Data excerpts:
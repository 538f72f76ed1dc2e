import { ApiError, type Problem } from '../../../lib/api-client';

export interface UploadProgress {
  /** Bytes sent so far and in all (total 0 when the browser cannot tell). */
  loaded: number;
  total: number;
  /** 'sending' while the body goes up, 'processing' once it is all sent and the server works on it. */
  phase: 'sending' | 'processing';
  /** While a background job does the work: its stage in words and how far it got (0–100). */
  stage?: string;
  percent?: number;
}

/**
 * POST a multipart body with upload progress. fetch() reports no upload progress, so this uses
 * XMLHttpRequest's `upload.onprogress`. Rejects with ApiError on any non-2xx answer, like `api()`.
 */
export function postWithProgress<T>(
  url: string,
  body: FormData,
  options: { csrfToken?: string | null; onProgress?: (p: UploadProgress) => void; signal?: AbortSignal } = {},
): Promise<T> {
  return new Promise<T>((resolve, reject) => {
    const xhr = new XMLHttpRequest();
    xhr.open('POST', url);
    xhr.withCredentials = true;
    xhr.setRequestHeader('accept', 'application/json, application/problem+json');
    if (options.csrfToken) xhr.setRequestHeader('x-csrf-token', options.csrfToken);
    xhr.upload.onprogress = (e) => options.onProgress?.({ loaded: e.loaded, total: e.lengthComputable ? e.total : 0, phase: 'sending' });
    xhr.upload.onload = () => options.onProgress?.({ loaded: 1, total: 1, phase: 'processing' });
    xhr.onerror = () =>
      reject(
        new ApiError({
          type: 'network',
          title: 'No connection',
          status: 0,
          detail: 'The upload did not reach the server. Check the connection and try again.',
        }),
      );
    xhr.onabort = () => reject(new ApiError({ type: 'aborted', title: 'Cancelled', status: 0, detail: 'The upload was cancelled.' }));
    xhr.onload = () => {
      let data: unknown;
      try {
        data = xhr.responseText ? JSON.parse(xhr.responseText) : undefined;
      } catch {
        data = undefined;
      }
      if (xhr.status >= 200 && xhr.status < 300) {
        resolve(data as T);
        return;
      }
      const p = (data && typeof data === 'object' ? data : {}) as Partial<Problem>;
      reject(
        new ApiError({
          ...p,
          type: p.type ?? 'about:blank',
          title: p.title ?? (xhr.statusText || 'Request failed'),
          status: xhr.status,
          detail: p.detail ?? `The server answered ${xhr.status}.`,
        }),
      );
    };
    options.signal?.addEventListener('abort', () => xhr.abort(), { once: true });
    xhr.send(body);
  });
}
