/**
 * The steps of a file import as one explicit state machine:
 *
 *   file → mapping → check → confirm → importing → done
 *                                           ↘ job (a large file imported in the background) → done
 *
 * `file`: nothing chosen. `mapping`: the server has read the file; the columns are being mapped and
 * the rows are not checked with this mapping yet. `check`: every row was checked with the current
 * mapping and something blocks the import (errors, or warnings not yet acknowledged). `confirm`:
 * checked and ready. Any change of file, reading options or mapping goes back to the step it
 * invalidates, so a stale check never lets a file in.
 */
import type { ImportParseOptions } from '../../../../api/features/campaigns/schemas';
import type { ImportIssue, ImportResult } from '../api/types';
import type { MappingDraft } from './import-mapping';

export type UploadStep = 'file' | 'mapping' | 'check' | 'confirm' | 'importing' | 'job' | 'done';

export interface UploadState {
  step: UploadStep;
  file: File | null;
  parse: ImportParseOptions;
  draft: MappingDraft | null;
  /** Bumped by every change of file, reading options or mapping; a check answers one revision. */
  revision: number;
  /** What the last check found, for the revision it checked. */
  checked: { errorCount: number; warningCount: number; validRowCount: number } | null;
  acknowledge: boolean;
  /** Problems the import itself reported (422), shown instead of the preview's. */
  importIssues: ImportIssue[] | null;
  done: ImportResult | null;
}

export type UploadEvent =
  | { type: 'chosen'; file: File | null }
  | { type: 'parseChanged'; parse: ImportParseOptions }
  | {
      type: 'previewed';
      revision: number;
      /** The header guess, used when there is no mapping yet (first look, new reading options). */
      suggested: MappingDraft;
      /** Counts when the rows were checked with a mapping; null when the server only read the file. */
      checked: { errorCount: number; warningCount: number; validRowCount: number } | null;
    }
  | { type: 'mappingEdited'; draft: MappingDraft }
  | { type: 'acknowledged'; value: boolean }
  | { type: 'importStarted' }
  | { type: 'jobQueued' }
  | { type: 'imported'; result: ImportResult }
  | { type: 'importRefused'; issues: ImportIssue[] | null };

export const initialUpload: UploadState = {
  step: 'file',
  file: null,
  parse: {},
  draft: null,
  revision: 0,
  checked: null,
  acknowledge: false,
  importIssues: null,
  done: null,
};

/** Checked rows can be imported when none is an error, at least one is ready and every warning is acknowledged. */
function afterCheck(checked: NonNullable<UploadState['checked']>, acknowledge: boolean): 'check' | 'confirm' {
  const ready = checked.errorCount === 0 && checked.validRowCount > 0 && (checked.warningCount === 0 || acknowledge);
  return ready ? 'confirm' : 'check';
}

export function uploadReducer(state: UploadState, event: UploadEvent): UploadState {
  switch (event.type) {
    case 'chosen':
      return { ...initialUpload, revision: state.revision + 1, file: event.file, step: event.file ? 'mapping' : 'file' };
    case 'parseChanged':
      // New reading options change the columns: the mapping starts again from the header guess.
      if (!state.file) return state;
      return {
        ...state,
        parse: event.parse,
        draft: null,
        checked: null,
        acknowledge: false,
        importIssues: null,
        step: 'mapping',
        revision: state.revision + 1,
      };
    case 'previewed': {
      if (event.revision !== state.revision || !state.file) return state;
      const draft = state.draft ?? event.suggested;
      if (!event.checked) return { ...state, draft, checked: null, step: 'mapping', importIssues: null };
      return { ...state, draft, checked: event.checked, importIssues: null, step: afterCheck(event.checked, state.acknowledge) };
    }
    case 'mappingEdited':
      if (!state.file) return state;
      return {
        ...state,
        draft: event.draft,
        checked: null,
        acknowledge: false,
        importIssues: null,
        step: 'mapping',
        revision: state.revision + 1,
      };
    case 'acknowledged':
      if (!state.checked) return state;
      return { ...state, acknowledge: event.value, step: afterCheck(state.checked, event.value) };
    case 'importStarted':
      return state.step === 'confirm' ? { ...state, step: 'importing', importIssues: null } : state;
    case 'jobQueued':
      return state.step === 'importing' ? { ...state, step: 'job' } : state;
    case 'imported':
      return { ...initialUpload, revision: state.revision + 1, step: 'done', done: event.result };
    case 'importRefused':
      // Nothing was written; the file and mapping stay so the user can fix and retry.
      if (state.step !== 'importing' && state.step !== 'job') return state;
      return { ...state, importIssues: event.issues, step: state.checked ? afterCheck(state.checked, state.acknowledge) : 'mapping' };
  }
}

What to do: Scan the records above for the string "UploadEvent", and copy every line where it turns up.

Result:
export type UploadEvent =
export function uploadReducer(state: UploadState, event: UploadEvent): UploadState {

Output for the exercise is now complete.